**What this task involves**
Your job is to report every line of the entries that has "against".

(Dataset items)
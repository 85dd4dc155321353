/**
 * (d) A full cylinder transient against an independent solution computed outside the project:
 * test/reference/cylinder.py integrates the same equations with SciPy (Radau, rtol 1e-11,
 * stick–slip and end stops as terminal events). The network (cylinder-stroke.yaml) breaks
 * away, strokes out through a laminar line, hits its end stop, is held there, and after the
 * supply drops retracts by its spring in stick–slip.
 */
import { readFileSync } from 'node:fs';
import { cylinderSummary } from '../../src/transient/results.js';
import { describe, expect, it } from 'vitest';
import { at, modelFromFile, runChecked } from '../helpers.js';

interface Ref {
  times: number[];
  events: { t: number; what: string; velocity?: number }[];
  channels: Record<string, number[]>;
}

describe('reference case cylinder-stroke (SciPy Radau, test/reference/cylinder.py)', () => {
  const ref = JSON.parse(readFileSync('test/reference/cylinder-stroke.json', 'utf8')) as Ref;
  for (const method of ['implicit', 'explicit'] as const) {
    it(`${method}: every channel within 1e-4 of its range along the trajectory; events at the same instants`, () => {
      const model = modelFromFile('test/reference/cylinder-stroke.yaml');
      (model.simulate as { method: string }).method = method;
      const r = runChecked(model);
      for (const [key, series] of Object.entries(ref.channels)) {
        const lo = Math.min(...series);
        const hi = Math.max(...series);
        const scale = key.endsWith('temperature') ? hi - lo : Math.max(Math.abs(lo), Math.abs(hi));
        let worst = 0;
        ref.times.forEach((t, k) => {
          worst = Math.max(worst, Math.abs(at(r, key, t) - series[k]) / scale);
        });
        expect(worst, `${key} time course`).toBeLessThan(1e-4);
      }
      const starts = r.events.filter((e) => e.what.includes('starts to move')).map((e) => e.t);
      const refStarts = ref.events.filter((e) => e.what === 'starts to move').map((e) => e.t);
      expect(starts.length).toBe(refStarts.length);
      starts.forEach((t, i) => expect(Math.abs(t - refStarts[i]), `start ${i}`).toBeLessThan(1e-5));
      const impact = ref.events.find((e) => e.what === 'impact')!;
      const full = r.events.find((e) => e.what.includes('reaches full stroke'))!;
      expect(Math.abs(full.t - impact.t)).toBeLessThan(1e-5);
      const v = cylinderSummary(r, 'c')!.impacts[0].velocity;
      expect(Math.abs(v - (impact.velocity as number)) / Math.abs(impact.velocity as number)).toBeLessThan(1e-4);
    });
  }
});
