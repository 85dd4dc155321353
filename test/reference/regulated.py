#!/usr/bin/env python3
"""Independent reference transients of a regulated supply filling a chamber, computed with
SciPy (solve_ivp, Radau, rtol 1e-11) from the equations written out here, not from plenum's
code. Run `python3 test/reference/regulated.py` to regenerate test/reference/regulated*.json;
test/reference/regulated.yaml (and regulated-lag.yaml) describe the same networks.

Model (isothermal, ideal gas):
  supply reservoir p_s = 600 kPa gauge; ambient 101.325 kPa, 293.15 K
  regulator supply -> tank: ISO 6358-1 rating C = 0.8 L/(s*bar), b = 0.4, m = 0.5, scaled by
    the opening x: q = x C rho0 p_s [1 - ((r - b)/(1 - b))^2]^0.5 for r = p/p_s > b, choked
    below (rho0 = 1.185 kg/m3, T = T0 so no temperature factor); linear patch above r = 0.999
    (plenum's documented choice; not reached here); no reverse flow.
  opening x = clamp((set - p_gauge)/band, 0, 1), set = 300 kPa gauge, band = 40 kPa;
    with a lag tau: z' = (clamp((set - p_gauge)/band, 0, 1) - z)/tau, x = z, z(0) = the law at t = 0.
  rigid tank V = 1 L plus half the capillary's volume; capillary to ambient D = 0.3 mm,
    L = 2 m, laminar compressible Hagen-Poiseuille q = pi D^4 (p^2 - pa^2)/(256 mu L R T)
    (Re stays below 2300: checked).
"""
import json, math, os
import numpy as np
from scipy.integrate import solve_ivp

R = 8.314462618 / 0.0289647
T = 293.15
PA = 101325.0
MU = 1.716e-5 * (T / 273.15) ** 1.5 * (273.15 + 110.4) / (T + 110.4)
RHO0 = 1.185
HERE = os.path.dirname(os.path.abspath(__file__))

PS = PA + 600e3
C, B, M = 0.8e-8, 0.4, 0.5
SET, BAND = 300e3, 40e3
D, L = 0.3e-3, 2.0
V = 1e-3 + math.pi * D * D * L / 8
R_LIN = 0.999


def iso(p1, p2, Cx):
    r = p2 / p1
    if r <= B:
        return Cx * RHO0 * p1
    return Cx * RHO0 * p1 * (1 - ((r - B) / (1 - B)) ** 2) ** M


def valve(p1, p2, x):
    if x <= 0 or p2 >= p1:
        return 0.0
    r = p2 / p1
    if r <= R_LIN:
        return iso(p1, p2, C * x)
    return iso(p1, R_LIN * p1, C * x) * (1 - r) / (1 - R_LIN)


def law(p):
    return min(1.0, max(0.0, (SET - (p - PA)) / BAND))


def capillary(p):
    return math.pi * D ** 4 * (p * p - PA * PA) / (256 * MU * L * R * T)


def run(name, tau, duration, times):
    p0 = PA
    m0 = p0 * V / (R * T)

    def rhs(t, y):
        p = y[0] * R * T / V
        x = y[1] if tau > 0 else law(p)
        dm = valve(PS, p, x) - capillary(p)
        dz = (law(p) - y[1]) / tau if tau > 0 else 0.0
        return [dm, dz]

    sol = solve_ivp(rhs, (0, duration), [m0, law(p0)], method='Radau', rtol=1e-11, atol=[1e-15, 1e-12], t_eval=times)
    assert sol.status == 0, sol.message
    gauge = [float(m * R * T / V - PA) for m in sol.y[0]]
    out = {'name': name, 'times': list(times), 'chambers': {'tank': {'gauge': gauge, 'mass': [float(m) for m in sol.y[0]]}}}
    if tau > 0:
        out['regulator_opening'] = [float(z) for z in sol.y[1]]
    re = 4 * capillary(max(gauge) + PA) / (math.pi * D * MU)
    assert re < 2300, re
    with open(os.path.join(HERE, f'{name}.json'), 'w') as f:
        json.dump(out, f, indent=1)
    print(name, 'final gauge', round(gauge[-1], 3), 'peak Re', round(re, 1))


if __name__ == '__main__':
    ts = list(np.linspace(0, 2, 81))
    run('regulated', 0.0, 2, ts)
    run('regulated-lag', 0.05, 2, ts)
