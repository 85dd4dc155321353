/**
 * A regulated supply filling a tank, against an independent SciPy solution
 * (test/reference/regulated.py: Radau, rtol 1e-11, the regulator's proportional law and the
 * ISO 6358-1 flow written out there).
 */
import { readFileSync } from 'node:fs';
import { describe, expect, it } from 'vitest';
import { at, modelFromFile, runChecked } from '../helpers.js';
import type { RunResult } from '../../src/index.js';

interface Ref { times: number[]; chambers: { tank: { gauge: number[]; mass: number[] } }; regulator_opening?: number[] }

/** The tank's gauge and mass within 1e-6 (of the largest value) of the reference at every reference time. */
function expectClose(ref: Ref, r: RunResult): void {
  for (const q of ['gauge', 'mass'] as const) {
    const series = ref.chambers.tank[q];
    const scale = Math.max(...series.map(Math.abs));
    let worst = 0;
    ref.times.forEach((t, k) => { worst = Math.max(worst, Math.abs(at(r, `tank.${q}`, t) - series[k]) / scale); });
    expect(worst, `tank.${q}`).toBeLessThan(1e-6);
  }
}

describe('regulated supply filling a tank (SciPy Radau, test/reference/regulated.py)', () => {
  const ref = JSON.parse(readFileSync('test/reference/regulated.json', 'utf8')) as Ref;
  for (const method of ['implicit', 'explicit'] as const) {
    it(`${method}: gauge and mass within 1e-6 of the reference over the fill and at rest`, () => {
      const model = modelFromFile('test/reference/regulated.yaml');
      (model.simulate as { method: string }).method = method;
      const r = runChecked(model);
      expectClose(ref, r);
    });
  }
});

describe('regulated supply with a regulator lag of 50 ms (SciPy Radau, test/reference/regulated.py, case regulated-lag)', () => {
  const ref = JSON.parse(readFileSync('test/reference/regulated-lag.json', 'utf8')) as Ref;
  for (const method of ['implicit', 'explicit'] as const) {
    it(`${method}: gauge and mass within 1e-6 of the reference, the lag overshoots the set pressure`, () => {
      const model = modelFromFile('test/reference/regulated-lag.yaml');
      (model.simulate as { method: string }).method = method;
      const r = runChecked(model);
      expectClose(ref, r);
      // the lag lets the tank pass the lock-up pressure, which the lag-free regulator never does
      expect(Math.max(...ref.chambers.tank.gauge)).toBeGreaterThan(300e3);
      expect(r.chambers.tank.peak.gauge).toBeGreaterThan(300e3);
      expect(r.events.some((e) => e.what.includes('regulator reg locks up'))).toBe(true);
    });
  }
});
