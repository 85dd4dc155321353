#!/usr/bin/env python3
"""An independent bench recording for the calibration check: a rigid receiver blowing down to
ambient through a sharp orifice, computed with SciPy from the equations written out here (not
from plenum's code), sampled with seeded Gaussian noise, written in plenum's measured
CSV form. Run `python3 test/reference/blowdown.py` to regenerate test/reference/blowdown.csv;
test/reference/blowdown.yaml is the same rig with the discharge coefficient left to calibrate.

Model (isothermal receiver, ideal gas):
  dp/dt = -(R T / V) mdot(p)
  mdot = Cd A p sqrt(gamma/(R T)) (2/(gamma+1))^((gamma+1)/(2(gamma-1)))            r = pa/p <= r*
  mdot = Cd A p sqrt(2 gamma/((gamma-1) R T) (r^(2/gamma) - r^((gamma+1)/gamma)))   r > r*
  r* = (2/(gamma+1))^(gamma/(gamma-1))
(isentropic nozzle flow: Anderson, Modern Compressible Flow, 3rd ed., ch. 5, as in
docs/references.md). Constants: R = 8.314462618/0.0289647 J/(kg K), gamma = 1.4,
T = 293.15 K, pa = 101325 Pa. Rig: V = 1 L, orifice 2 mm, Cd = 0.72, start 600 kPa gauge,
4 s (choked to about 2.9 s, subsonic after), sampled at 0.05 s. Noise: sd 0.3 kPa, numpy default_rng(16).
"""
import math, os
import numpy as np
from scipy.integrate import solve_ivp

R = 8.314462618 / 0.0289647
GAMMA = 1.4
T = 293.15
PA = 101325.0
V = 1e-3
D = 2e-3
CD = 0.72
P0 = 600e3 + PA
NOISE = 300.0
HERE = os.path.dirname(os.path.abspath(__file__))


def mdot(p):
    A = math.pi * D ** 2 / 4
    if p <= PA:
        return 0.0  # (only ever seen by a trial stage of the integrator)
    r = PA / p
    rstar = (2 / (GAMMA + 1)) ** (GAMMA / (GAMMA - 1))
    if r <= rstar:
        return CD * A * p * math.sqrt(GAMMA / (R * T)) * (2 / (GAMMA + 1)) ** ((GAMMA + 1) / (2 * (GAMMA - 1)))
    return CD * A * p * math.sqrt(2 * GAMMA / ((GAMMA - 1) * R * T) * (r ** (2 / GAMMA) - r ** ((GAMMA + 1) / GAMMA)))


def main():
    times = np.round(np.arange(0, 4.0 + 1e-9, 0.05), 10)
    sol = solve_ivp(lambda t, y: [-(R * T / V) * mdot(y[0])], (0, 4.0), [P0], method='DOP853',
                    rtol=1e-11, atol=1e-6, t_eval=times)
    rng = np.random.default_rng(16)
    gauge = sol.y[0] - PA + rng.normal(0, NOISE, len(times))
    lines = ['# Independent reference recording (synthetic, made by test/reference/blowdown.py with SciPy):',
             f'# rigid 1 L receiver, 2 mm orifice, Cd = {CD}, isothermal, from 600 kPa gauge; noise sd 0.3 kPa.',
             'time [s],receiver.gauge [kPa]']
    lines += [f'{t:.2f},{g / 1000:.4f}' for t, g in zip(times, gauge)]
    with open(os.path.join(HERE, 'blowdown.csv'), 'w') as f:
        f.write('\n'.join(lines) + '\n')


if __name__ == '__main__':
    main()
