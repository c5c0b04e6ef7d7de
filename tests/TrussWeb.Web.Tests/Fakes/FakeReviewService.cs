using TrussWeb.Services.Contracts;

namespace TrussWeb.Web.Tests.Fakes;

/// <summary>
/// IReviewService for the page tests: reviews the test sets per member, a record of every call, and an answer the test can
/// replace (<see cref="OnStep"/>). By default a step succeeds and moves the member to the state the workflow table gives.
/// </summary>
public sealed class FakeReviewService : IReviewService
{
    public Dictionary<Guid, MemberReviewView> Reviews { get; } = [];

    public ChangesSinceApproval? Changes { get; set; }

    public List<AuditEntryView> Audit { get; } = [];

    public List<CheckQueueItem> Queue { get; } = [];

    public ReviewRollUp? RollUp { get; set; }

    public List<EligibleChecker> Checkers { get; } = [new("u-checker", "Chris Checker", "Checker"), new("u-lead", "Lerato Lead", "ProjectLead")];

    /// <summary>Every call: the action (or method) name, the member or truss, and the text passed.</summary>
    public List<(string Call, Guid Id, string? Text)> Calls { get; } = [];

    /// <summary>Replaces the answer of a review step (member, action, text); null = default success.</summary>
    public Func<Guid, ReviewAction, string?, ServiceResult<MemberReviewView>?>? OnStep { get; set; }

    public TrussSubmission? Submission { get; set; }

    public int QueueReads { get; private set; }

    public int RollUpReads { get; private set; }

    public int ReviewReads { get; private set; }

    public static MemberReviewView View(Guid memberId, string mark, MemberReviewState state, IReadOnlyList<ReviewAction> actions,
        Guid? projectId = null, Guid? trussId = null, string? comment = null) =>
        new(projectId ?? ProjectId, trussId ?? TrussId, "RT1", memberId, mark, state, "u-designer", "Dineo Designer",
            state == MemberReviewState.NotSubmitted ? null : "u-checker", state == MemberReviewState.NotSubmitted ? null : "Chris Checker",
            state == MemberReviewState.NotSubmitted ? null : new DateTime(2026, 12, 1, 8, 0, 0, DateTimeKind.Utc), null, comment,
            state is MemberReviewState.Approved or MemberReviewState.ApprovalStale ? "a1b2c3d4e5f6a7b8c9d0" : null, "f0e1d2c3b4a5968778695a4b", actions);

    public static readonly Guid ProjectId = Guid.Parse("7a000000-0000-4000-8000-000000000001");

    public static readonly Guid TrussId = Guid.Parse("7a000000-0000-4000-8000-000000000002");

    private Task<ServiceResult<MemberReviewView>> Step(Guid memberId, ReviewAction action, string? text, MemberReviewState to)
    {
        Calls.Add((action.ToString(), memberId, text));
        var answer = OnStep?.Invoke(memberId, action, text);
        if (answer is null)
        {
            if (!Reviews.TryGetValue(memberId, out var current))
            {
                return Task.FromResult(ServiceResult<MemberReviewView>.NotFound("The member does not exist or you are not a member of its project."));
            }

            answer = ServiceResult<MemberReviewView>.Ok(current with { State = to, Comment = text ?? current.Comment, AvailableActions = [] });
        }

        if (answer.IsOk)
        {
            Reviews[memberId] = answer.Value!;
        }

        return Task.FromResult(answer);
    }

    public Task<ServiceResult<MemberReviewView>> SubmitAsync(Guid memberId, string checkerUserId, string? note, CancellationToken cancellationToken = default) =>
        Step(memberId, ReviewAction.Submit, note, MemberReviewState.AwaitingCheck);

    public Task<ServiceResult<TrussSubmission>> SubmitTrussAsync(Guid trussId, string checkerUserId, string? note, CancellationToken cancellationToken = default)
    {
        Calls.Add(("SubmitTruss", trussId, checkerUserId));
        return Task.FromResult(Submission is null ? ServiceResult<TrussSubmission>.Forbidden("not set up") : ServiceResult<TrussSubmission>.Ok(Submission));
    }

    public Task<ServiceResult<MemberReviewView>> ResubmitAsync(Guid memberId, string answer, CancellationToken cancellationToken = default) =>
        Step(memberId, ReviewAction.Resubmit, answer, MemberReviewState.AwaitingCheck);

    public Task<ServiceResult<MemberReviewView>> WithdrawAsync(Guid memberId, CancellationToken cancellationToken = default) =>
        Step(memberId, ReviewAction.Withdraw, null, MemberReviewState.NotSubmitted);

    public Task<ServiceResult<MemberReviewView>> ApproveAsync(Guid memberId, string? comment, CancellationToken cancellationToken = default) =>
        Step(memberId, ReviewAction.Approve, comment, MemberReviewState.Approved);

    public Task<ServiceResult<MemberReviewView>> ReturnAsync(Guid memberId, string comment, CancellationToken cancellationToken = default) =>
        Step(memberId, ReviewAction.Return, comment, MemberReviewState.Returned);

    public Task<ServiceResult<MemberReviewView>> ReassignCheckerAsync(Guid memberId, string checkerUserId, CancellationToken cancellationToken = default) =>
        Step(memberId, ReviewAction.ReassignChecker, checkerUserId, Reviews.TryGetValue(memberId, out var r) ? r.State : MemberReviewState.AwaitingCheck);

    public Task<ServiceResult<IReadOnlyList<EligibleChecker>>> ListEligibleCheckersAsync(Guid projectId, Guid? reassignMemberId, CancellationToken cancellationToken = default) =>
        Task.FromResult(ServiceResult<IReadOnlyList<EligibleChecker>>.Ok(Checkers.ToList()));

    public Task<ServiceResult<MemberReviewView>> GetMemberReviewAsync(Guid memberId, CancellationToken cancellationToken = default)
    {
        ReviewReads++;
        return Task.FromResult(Reviews.TryGetValue(memberId, out var r) ? ServiceResult<MemberReviewView>.Ok(r)
            : ServiceResult<MemberReviewView>.NotFound("The member does not exist or you are not a member of its project."));
    }

    public Task<ServiceResult<IReadOnlyList<MemberReviewView>>> GetTrussReviewAsync(Guid trussId, CancellationToken cancellationToken = default) =>
        Task.FromResult(ServiceResult<IReadOnlyList<MemberReviewView>>.Ok(Reviews.Values.Where(r => r.TrussId == trussId).ToList()));

    public Task<ServiceResult<ChangesSinceApproval>> GetChangesSinceApprovalAsync(Guid memberId, CancellationToken cancellationToken = default) =>
        Task.FromResult(Changes is { } c && c.MemberId == memberId ? ServiceResult<ChangesSinceApproval>.Ok(c)
            : ServiceResult<ChangesSinceApproval>.Invalid("Approval", "never approved"));

    public Task<ServiceResult<IReadOnlyList<CheckQueueItem>>> ListMyQueueAsync(CancellationToken cancellationToken = default)
    {
        QueueReads++;
        return Task.FromResult(ServiceResult<IReadOnlyList<CheckQueueItem>>.Ok(Queue.ToList()));
    }

    public Task<ServiceResult<ReviewRollUp>> GetRollUpAsync(Guid projectId, CancellationToken cancellationToken = default)
    {
        RollUpReads++;
        return Task.FromResult(RollUp is { } r && r.ProjectId == projectId ? ServiceResult<ReviewRollUp>.Ok(r)
            : ServiceResult<ReviewRollUp>.NotFound("The project does not exist or you are not a member of it."));
    }

    public Task<ServiceResult<IReadOnlyList<AuditEntryView>>> GetAuditAsync(Guid projectId, Guid? memberId, CancellationToken cancellationToken = default) =>
        Task.FromResult(ServiceResult<IReadOnlyList<AuditEntryView>>.Ok(Audit.Where(a => memberId is null || a.EntityId == memberId.ToString()).ToList()));

    public Task<ServiceResult<byte[]>> ExportAuditCsvAsync(Guid projectId, CancellationToken cancellationToken = default) => throw new NotSupportedException();

    public Task<ServiceResult<IssueStatus>> GetIssueStatusAsync(Guid projectId, CancellationToken cancellationToken = default) => throw new NotSupportedException();

    public Task<ServiceResult<IssueRecord>> IssueFinalSetAsync(Guid projectId, CancellationToken cancellationToken = default) => throw new NotSupportedException();
}
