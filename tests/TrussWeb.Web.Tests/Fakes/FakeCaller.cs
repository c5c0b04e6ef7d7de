using TrussWeb.Services.Contracts;

namespace TrussWeb.Web.Tests.Fakes;

public sealed class FakeCaller(string userId, string name, params string[] roles) : ICallerContext
{
    public string? UserId { get; } = userId;

    public string DisplayName { get; } = name;

    public IReadOnlySet<string> Roles { get; } = roles.ToHashSet(StringComparer.Ordinal);
}
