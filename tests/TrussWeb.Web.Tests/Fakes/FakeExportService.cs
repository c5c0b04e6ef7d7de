using TrussWeb.Services.Contracts;

namespace TrussWeb.Web.Tests.Fakes;

/// <summary>Export service and job events in one: the test pushes job views as a runner would.</summary>
public sealed class FakeExportService : IExportService, IExportEvents
{
    private readonly List<(Guid ProjectId, Action<ExportJobView> Handler)> _handlers = [];

    public ExportReadiness Readiness { get; set; } = new(new IssueStatus(Guid.Empty, 40, 12, 0, false, "12 of 40 members are approved; 28 are not."), false,
        "Only the project lead can issue the final set.", "12 of 40 members approved — files will be marked preliminary (28 not approved)");

    /// <summary>When set, what GetReadinessAsync answers instead of Ok(Readiness).</summary>
    public ServiceResult<ExportReadiness>? ReadinessRefusal { get; set; }

    public List<ExportJobView> Jobs { get; } = [];

    public List<(ExportKind Kind, ExportFormat Format, bool Final)> Started { get; } = [];

    public int Subscribers { get { lock (_handlers) { return _handlers.Count; } } }

    public static ExportJobView Job(Guid projectId, ExportJobStatus status, int done = 0, int total = 10, string? error = null, string stage = "Rendered RT1 TC1") => new(
        Guid.Parse("0e7e0000-0000-4000-8000-000000000001"), projectId, ExportKind.CalculationBook, ExportFormat.Pdf, false, "u1", "Dineo Designer",
        new DateTime(2026, 12, 2, 9, 0, 0, DateTimeKind.Utc), status, done, total, stage, error,
        status == ExportJobStatus.Succeeded ? "T-118_A_calculation-book_20261202T090000Z.pdf" : null,
        status == ExportJobStatus.Succeeded ? "application/pdf" : null, status == ExportJobStatus.Succeeded ? 123_456 : null,
        status == ExportJobStatus.Succeeded ? new string('a', 64) : null, null, new DateTime(2026, 12, 3, 9, 0, 0, DateTimeKind.Utc));

    /// <summary>Delivers a job change to the subscribers, from another thread as the runner does.</summary>
    public Task PushAsync(ExportJobView view)
    {
        List<Action<ExportJobView>> targets;
        lock (_handlers)
        {
            targets = _handlers.Where(h => h.ProjectId == view.ProjectId).Select(h => h.Handler).ToList();
        }

        return Task.Run(() => targets.ForEach(h => h(view)));
    }

    public IDisposable Subscribe(Guid projectId, Action<ExportJobView> handler)
    {
        var entry = (projectId, handler);
        lock (_handlers)
        {
            _handlers.Add(entry);
        }

        return new Remover(() => { lock (_handlers) { _handlers.Remove(entry); } });
    }

    /// <summary>How many times the approval state has been read.</summary>
    public int ReadinessReads => Volatile.Read(ref _readinessReads);

    private int _readinessReads;

    public Task<ServiceResult<ExportReadiness>> GetReadinessAsync(Guid projectId, CancellationToken cancellationToken = default)
    {
        Interlocked.Increment(ref _readinessReads);
        return Task.FromResult(ReadinessRefusal ?? ServiceResult<ExportReadiness>.Ok(Readiness));
    }

    public Task<ServiceResult<ExportJobView>> StartAsync(Guid projectId, ExportKind kind, ExportFormat format, CancellationToken cancellationToken = default)
    {
        Started.Add((kind, format, false));
        return Task.FromResult(ServiceResult<ExportJobView>.Ok(Job(projectId, ExportJobStatus.Queued) with { Kind = kind, Format = format, Stage = "Waiting for a free renderer" }));
    }

    public Task<ServiceResult<ExportJobView>> StartFinalSetAsync(Guid projectId, ExportKind kind, ExportFormat format, CancellationToken cancellationToken = default)
    {
        Started.Add((kind, format, true));
        return Task.FromResult(ServiceResult<ExportJobView>.Forbidden("The final set cannot be issued: not approved."));
    }

    public Task<ServiceResult<ExportJobView>> GetJobAsync(Guid jobId, CancellationToken cancellationToken = default) => throw new NotSupportedException();

    public Task<ServiceResult<IReadOnlyList<ExportJobView>>> ListJobsAsync(Guid projectId, CancellationToken cancellationToken = default) =>
        Task.FromResult(ServiceResult<IReadOnlyList<ExportJobView>>.Ok(Jobs.ToList()));

    public Task<ServiceResult<ExportFile>> OpenFileAsync(Guid jobId, CancellationToken cancellationToken = default) => throw new NotSupportedException();

    public Task<ServiceResult<ExportJobView>> CancelAsync(Guid jobId, CancellationToken cancellationToken = default) => throw new NotSupportedException();

    private sealed class Remover(Action remove) : IDisposable
    {
        public void Dispose() => remove();
    }
}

**Completed task**
 * (d) A full cylinder transient against an independent solution computed outside the project:
 * A regulated supply filling a tank, against an independent SciPy solution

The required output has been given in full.